### TASK GOAL
Check each line of the entries below for the word "ulong", and copy the lines that have it.

### TASK DATA
---*---

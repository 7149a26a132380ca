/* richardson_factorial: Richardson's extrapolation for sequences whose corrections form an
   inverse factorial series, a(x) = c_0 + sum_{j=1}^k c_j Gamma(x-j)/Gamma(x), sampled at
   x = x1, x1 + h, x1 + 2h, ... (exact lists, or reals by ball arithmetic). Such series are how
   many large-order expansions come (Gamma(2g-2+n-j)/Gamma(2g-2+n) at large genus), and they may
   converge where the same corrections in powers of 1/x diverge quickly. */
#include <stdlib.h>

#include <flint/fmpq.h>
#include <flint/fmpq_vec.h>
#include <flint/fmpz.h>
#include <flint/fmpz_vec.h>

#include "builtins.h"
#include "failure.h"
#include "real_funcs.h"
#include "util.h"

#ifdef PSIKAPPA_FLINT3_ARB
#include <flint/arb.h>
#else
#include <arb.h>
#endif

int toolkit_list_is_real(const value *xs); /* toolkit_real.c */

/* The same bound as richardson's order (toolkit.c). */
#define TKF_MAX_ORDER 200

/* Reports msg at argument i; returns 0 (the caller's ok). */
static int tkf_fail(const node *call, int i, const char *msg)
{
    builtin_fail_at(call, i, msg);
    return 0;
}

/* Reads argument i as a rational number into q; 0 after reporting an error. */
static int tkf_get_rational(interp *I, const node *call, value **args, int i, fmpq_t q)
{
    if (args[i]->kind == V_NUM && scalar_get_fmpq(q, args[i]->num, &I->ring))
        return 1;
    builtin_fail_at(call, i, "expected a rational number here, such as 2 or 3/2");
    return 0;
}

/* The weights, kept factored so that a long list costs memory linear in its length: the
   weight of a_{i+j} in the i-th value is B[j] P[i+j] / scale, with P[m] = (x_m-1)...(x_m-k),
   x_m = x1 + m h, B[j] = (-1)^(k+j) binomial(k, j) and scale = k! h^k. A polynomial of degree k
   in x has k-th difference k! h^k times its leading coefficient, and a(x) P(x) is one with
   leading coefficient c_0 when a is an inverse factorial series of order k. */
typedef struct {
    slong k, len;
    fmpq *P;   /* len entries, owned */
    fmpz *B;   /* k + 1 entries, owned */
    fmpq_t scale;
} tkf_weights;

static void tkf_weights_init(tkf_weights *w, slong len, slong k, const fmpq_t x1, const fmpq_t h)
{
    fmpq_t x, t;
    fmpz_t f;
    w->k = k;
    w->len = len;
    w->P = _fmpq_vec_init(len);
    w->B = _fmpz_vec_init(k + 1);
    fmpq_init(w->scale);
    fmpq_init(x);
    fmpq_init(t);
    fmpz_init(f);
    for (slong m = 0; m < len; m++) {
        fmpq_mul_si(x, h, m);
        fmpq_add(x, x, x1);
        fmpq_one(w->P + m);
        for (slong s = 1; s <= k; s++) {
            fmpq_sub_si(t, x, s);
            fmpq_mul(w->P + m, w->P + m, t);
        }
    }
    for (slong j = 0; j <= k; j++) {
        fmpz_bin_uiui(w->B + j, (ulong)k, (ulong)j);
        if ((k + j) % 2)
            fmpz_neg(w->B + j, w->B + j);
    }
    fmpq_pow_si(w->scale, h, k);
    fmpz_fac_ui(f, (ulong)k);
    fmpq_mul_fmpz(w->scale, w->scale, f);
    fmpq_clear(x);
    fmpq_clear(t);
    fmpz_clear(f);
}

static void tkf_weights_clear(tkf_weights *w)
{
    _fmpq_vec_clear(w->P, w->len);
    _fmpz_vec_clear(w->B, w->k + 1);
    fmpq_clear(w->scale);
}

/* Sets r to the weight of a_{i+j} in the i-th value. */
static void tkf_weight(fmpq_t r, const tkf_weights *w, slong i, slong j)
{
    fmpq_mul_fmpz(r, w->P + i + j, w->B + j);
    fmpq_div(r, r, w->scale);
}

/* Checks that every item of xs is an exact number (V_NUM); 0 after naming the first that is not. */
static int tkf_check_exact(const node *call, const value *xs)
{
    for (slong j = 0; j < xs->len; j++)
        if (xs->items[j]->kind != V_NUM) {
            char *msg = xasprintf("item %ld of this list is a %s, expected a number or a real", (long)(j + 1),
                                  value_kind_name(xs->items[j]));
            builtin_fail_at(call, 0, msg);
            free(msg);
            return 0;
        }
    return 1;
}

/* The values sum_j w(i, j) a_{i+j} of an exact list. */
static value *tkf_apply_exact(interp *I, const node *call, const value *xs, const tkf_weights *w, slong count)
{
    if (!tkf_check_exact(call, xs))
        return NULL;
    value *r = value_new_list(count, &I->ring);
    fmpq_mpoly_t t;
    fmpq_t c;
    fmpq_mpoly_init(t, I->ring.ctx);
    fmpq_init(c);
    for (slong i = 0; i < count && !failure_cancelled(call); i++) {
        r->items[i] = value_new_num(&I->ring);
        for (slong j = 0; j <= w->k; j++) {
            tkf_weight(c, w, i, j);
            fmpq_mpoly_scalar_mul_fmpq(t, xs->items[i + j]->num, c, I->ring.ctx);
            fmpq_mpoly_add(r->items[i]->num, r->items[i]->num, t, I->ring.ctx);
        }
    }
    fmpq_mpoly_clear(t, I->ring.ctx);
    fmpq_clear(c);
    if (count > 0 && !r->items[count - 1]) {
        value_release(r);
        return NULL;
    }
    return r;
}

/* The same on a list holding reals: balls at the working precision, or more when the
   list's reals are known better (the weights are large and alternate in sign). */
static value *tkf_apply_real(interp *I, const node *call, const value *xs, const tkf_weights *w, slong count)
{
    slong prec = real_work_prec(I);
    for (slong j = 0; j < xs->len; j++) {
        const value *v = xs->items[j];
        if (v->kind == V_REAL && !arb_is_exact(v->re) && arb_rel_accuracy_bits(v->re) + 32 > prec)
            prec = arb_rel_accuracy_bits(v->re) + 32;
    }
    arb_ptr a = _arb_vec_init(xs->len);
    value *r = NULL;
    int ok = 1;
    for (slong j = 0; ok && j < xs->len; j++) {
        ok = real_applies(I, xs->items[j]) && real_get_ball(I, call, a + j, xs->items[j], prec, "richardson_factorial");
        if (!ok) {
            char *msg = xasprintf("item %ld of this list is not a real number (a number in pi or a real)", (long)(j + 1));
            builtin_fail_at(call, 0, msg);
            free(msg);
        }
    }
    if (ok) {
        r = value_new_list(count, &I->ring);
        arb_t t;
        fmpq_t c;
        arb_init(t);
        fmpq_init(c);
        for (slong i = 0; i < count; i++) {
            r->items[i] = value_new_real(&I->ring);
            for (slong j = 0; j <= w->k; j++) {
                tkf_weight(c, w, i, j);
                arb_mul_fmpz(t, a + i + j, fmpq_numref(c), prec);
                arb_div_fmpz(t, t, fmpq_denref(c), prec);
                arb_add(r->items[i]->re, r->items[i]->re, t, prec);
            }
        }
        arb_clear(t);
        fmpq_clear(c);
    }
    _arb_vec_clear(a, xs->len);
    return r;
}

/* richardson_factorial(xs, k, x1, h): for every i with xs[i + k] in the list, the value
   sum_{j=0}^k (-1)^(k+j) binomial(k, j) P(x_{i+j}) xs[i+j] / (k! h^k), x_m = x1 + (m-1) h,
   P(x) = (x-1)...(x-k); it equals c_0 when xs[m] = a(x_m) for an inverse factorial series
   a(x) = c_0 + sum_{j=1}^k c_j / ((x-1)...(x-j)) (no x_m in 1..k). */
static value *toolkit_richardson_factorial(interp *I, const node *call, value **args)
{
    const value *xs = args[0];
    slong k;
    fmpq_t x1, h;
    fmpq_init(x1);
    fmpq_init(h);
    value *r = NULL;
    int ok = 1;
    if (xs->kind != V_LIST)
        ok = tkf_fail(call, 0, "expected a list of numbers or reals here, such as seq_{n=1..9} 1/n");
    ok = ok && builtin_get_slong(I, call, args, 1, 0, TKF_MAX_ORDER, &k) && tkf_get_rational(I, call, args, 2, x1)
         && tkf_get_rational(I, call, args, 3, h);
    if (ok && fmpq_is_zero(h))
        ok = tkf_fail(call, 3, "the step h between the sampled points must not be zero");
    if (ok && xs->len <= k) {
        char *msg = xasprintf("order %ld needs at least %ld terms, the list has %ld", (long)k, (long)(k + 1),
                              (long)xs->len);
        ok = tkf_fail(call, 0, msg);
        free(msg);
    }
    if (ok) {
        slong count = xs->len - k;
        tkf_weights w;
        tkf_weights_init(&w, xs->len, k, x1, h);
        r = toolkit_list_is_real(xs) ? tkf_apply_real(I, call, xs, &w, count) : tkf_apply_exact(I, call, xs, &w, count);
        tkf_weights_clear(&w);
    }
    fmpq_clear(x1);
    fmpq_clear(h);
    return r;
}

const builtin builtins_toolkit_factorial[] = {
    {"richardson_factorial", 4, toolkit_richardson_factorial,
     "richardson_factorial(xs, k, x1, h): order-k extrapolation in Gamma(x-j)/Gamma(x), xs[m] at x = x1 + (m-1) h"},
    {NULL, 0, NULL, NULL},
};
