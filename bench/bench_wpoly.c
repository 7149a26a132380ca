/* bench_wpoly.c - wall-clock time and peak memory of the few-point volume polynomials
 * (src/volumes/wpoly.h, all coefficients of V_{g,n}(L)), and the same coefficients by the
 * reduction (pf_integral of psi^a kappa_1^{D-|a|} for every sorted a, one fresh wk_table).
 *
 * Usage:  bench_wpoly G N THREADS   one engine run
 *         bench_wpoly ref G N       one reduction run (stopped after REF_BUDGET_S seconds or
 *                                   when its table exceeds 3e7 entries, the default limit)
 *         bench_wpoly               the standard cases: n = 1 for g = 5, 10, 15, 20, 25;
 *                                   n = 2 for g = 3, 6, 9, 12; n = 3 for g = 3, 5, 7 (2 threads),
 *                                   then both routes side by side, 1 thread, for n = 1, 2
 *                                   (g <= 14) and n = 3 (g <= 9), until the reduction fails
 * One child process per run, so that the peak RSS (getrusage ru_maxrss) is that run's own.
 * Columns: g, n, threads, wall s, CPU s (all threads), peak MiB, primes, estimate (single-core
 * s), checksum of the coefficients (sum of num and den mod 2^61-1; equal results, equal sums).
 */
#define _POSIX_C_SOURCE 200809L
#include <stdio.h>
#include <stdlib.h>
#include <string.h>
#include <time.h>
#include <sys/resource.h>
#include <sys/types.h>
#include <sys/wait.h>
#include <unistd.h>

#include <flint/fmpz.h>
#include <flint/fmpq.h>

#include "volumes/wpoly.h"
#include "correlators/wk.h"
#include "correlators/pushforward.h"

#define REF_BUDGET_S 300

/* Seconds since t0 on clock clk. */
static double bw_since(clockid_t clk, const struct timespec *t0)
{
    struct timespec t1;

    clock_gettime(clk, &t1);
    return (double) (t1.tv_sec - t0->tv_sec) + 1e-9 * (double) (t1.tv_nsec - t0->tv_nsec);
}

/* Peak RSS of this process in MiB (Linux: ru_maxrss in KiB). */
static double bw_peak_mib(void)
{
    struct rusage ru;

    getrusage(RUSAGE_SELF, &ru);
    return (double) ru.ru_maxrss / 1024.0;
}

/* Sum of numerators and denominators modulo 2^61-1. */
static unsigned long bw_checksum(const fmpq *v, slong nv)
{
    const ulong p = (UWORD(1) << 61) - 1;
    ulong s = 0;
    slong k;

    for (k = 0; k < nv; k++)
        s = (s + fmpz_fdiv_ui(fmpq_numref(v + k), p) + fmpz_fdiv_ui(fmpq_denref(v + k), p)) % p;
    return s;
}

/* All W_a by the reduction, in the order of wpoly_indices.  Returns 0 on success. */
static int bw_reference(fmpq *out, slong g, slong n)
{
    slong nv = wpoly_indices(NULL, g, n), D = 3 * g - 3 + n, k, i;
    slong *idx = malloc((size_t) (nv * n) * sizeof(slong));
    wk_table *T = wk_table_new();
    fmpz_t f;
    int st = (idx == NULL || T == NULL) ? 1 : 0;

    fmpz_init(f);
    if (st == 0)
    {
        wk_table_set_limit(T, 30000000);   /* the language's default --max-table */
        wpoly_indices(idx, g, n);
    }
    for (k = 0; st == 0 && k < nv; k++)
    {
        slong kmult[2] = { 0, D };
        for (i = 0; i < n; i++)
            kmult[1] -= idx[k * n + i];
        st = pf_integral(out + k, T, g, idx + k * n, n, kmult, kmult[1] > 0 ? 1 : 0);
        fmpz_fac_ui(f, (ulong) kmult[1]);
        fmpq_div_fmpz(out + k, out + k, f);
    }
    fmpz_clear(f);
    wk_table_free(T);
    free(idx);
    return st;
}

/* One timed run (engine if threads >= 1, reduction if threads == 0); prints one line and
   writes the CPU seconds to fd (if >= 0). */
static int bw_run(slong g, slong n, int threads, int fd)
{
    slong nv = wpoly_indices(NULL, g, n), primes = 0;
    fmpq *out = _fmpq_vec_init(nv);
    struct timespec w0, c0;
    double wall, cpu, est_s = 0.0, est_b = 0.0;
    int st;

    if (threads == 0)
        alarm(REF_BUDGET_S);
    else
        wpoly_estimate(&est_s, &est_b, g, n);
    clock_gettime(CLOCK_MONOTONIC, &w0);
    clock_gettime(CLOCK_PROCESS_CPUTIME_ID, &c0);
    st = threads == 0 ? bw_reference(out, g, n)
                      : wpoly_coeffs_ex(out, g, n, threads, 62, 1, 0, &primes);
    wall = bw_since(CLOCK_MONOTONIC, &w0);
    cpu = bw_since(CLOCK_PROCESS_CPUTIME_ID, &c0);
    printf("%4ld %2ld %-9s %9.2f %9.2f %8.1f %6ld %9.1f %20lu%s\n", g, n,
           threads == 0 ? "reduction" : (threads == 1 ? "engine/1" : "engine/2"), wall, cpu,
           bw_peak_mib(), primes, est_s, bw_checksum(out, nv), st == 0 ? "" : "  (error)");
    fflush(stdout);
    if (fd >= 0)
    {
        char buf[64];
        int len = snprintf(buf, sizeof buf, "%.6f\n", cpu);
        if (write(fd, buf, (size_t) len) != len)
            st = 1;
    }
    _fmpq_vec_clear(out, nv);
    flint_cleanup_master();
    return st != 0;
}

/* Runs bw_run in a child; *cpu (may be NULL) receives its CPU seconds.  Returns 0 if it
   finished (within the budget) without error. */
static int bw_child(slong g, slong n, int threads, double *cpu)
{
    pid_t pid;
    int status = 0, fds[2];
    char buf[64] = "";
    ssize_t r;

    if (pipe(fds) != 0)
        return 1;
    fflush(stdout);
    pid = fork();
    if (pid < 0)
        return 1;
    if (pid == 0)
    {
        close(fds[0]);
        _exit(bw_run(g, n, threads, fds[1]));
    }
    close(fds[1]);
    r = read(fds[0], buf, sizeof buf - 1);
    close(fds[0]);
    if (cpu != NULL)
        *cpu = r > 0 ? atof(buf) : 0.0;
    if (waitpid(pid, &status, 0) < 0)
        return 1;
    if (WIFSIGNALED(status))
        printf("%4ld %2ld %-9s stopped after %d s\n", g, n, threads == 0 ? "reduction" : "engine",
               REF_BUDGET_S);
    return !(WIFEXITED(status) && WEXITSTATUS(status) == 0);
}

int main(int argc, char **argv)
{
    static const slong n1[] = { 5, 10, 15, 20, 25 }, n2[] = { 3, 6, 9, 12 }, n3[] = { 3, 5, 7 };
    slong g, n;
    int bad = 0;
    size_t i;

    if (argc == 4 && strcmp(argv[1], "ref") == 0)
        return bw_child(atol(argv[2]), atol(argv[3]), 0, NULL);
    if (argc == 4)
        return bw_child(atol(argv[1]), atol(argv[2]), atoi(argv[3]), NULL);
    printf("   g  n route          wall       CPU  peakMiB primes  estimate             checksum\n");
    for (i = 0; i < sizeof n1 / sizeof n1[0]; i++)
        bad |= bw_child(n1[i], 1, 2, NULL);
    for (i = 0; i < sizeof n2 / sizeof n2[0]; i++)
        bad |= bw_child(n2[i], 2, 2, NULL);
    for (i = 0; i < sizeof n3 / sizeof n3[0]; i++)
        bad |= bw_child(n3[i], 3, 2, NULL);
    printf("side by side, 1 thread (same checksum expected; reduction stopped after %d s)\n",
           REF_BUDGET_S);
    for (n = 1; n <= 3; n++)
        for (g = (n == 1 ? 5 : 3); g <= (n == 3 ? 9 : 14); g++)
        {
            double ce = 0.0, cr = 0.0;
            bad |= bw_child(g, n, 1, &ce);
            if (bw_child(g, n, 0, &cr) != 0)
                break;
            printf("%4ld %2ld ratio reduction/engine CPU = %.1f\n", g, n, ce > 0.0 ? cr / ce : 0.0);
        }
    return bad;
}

---*---

### ANSWER SECTION
        fmpz_bin_uiui(w->B + j, (ulong)k, (ulong)j);
    fmpz_fac_ui(f, (ulong)k);
    const ulong p = (UWORD(1) << 61) - 1;
    ulong s = 0;
        fmpz_fac_ui(f, (ulong) kmult[1]);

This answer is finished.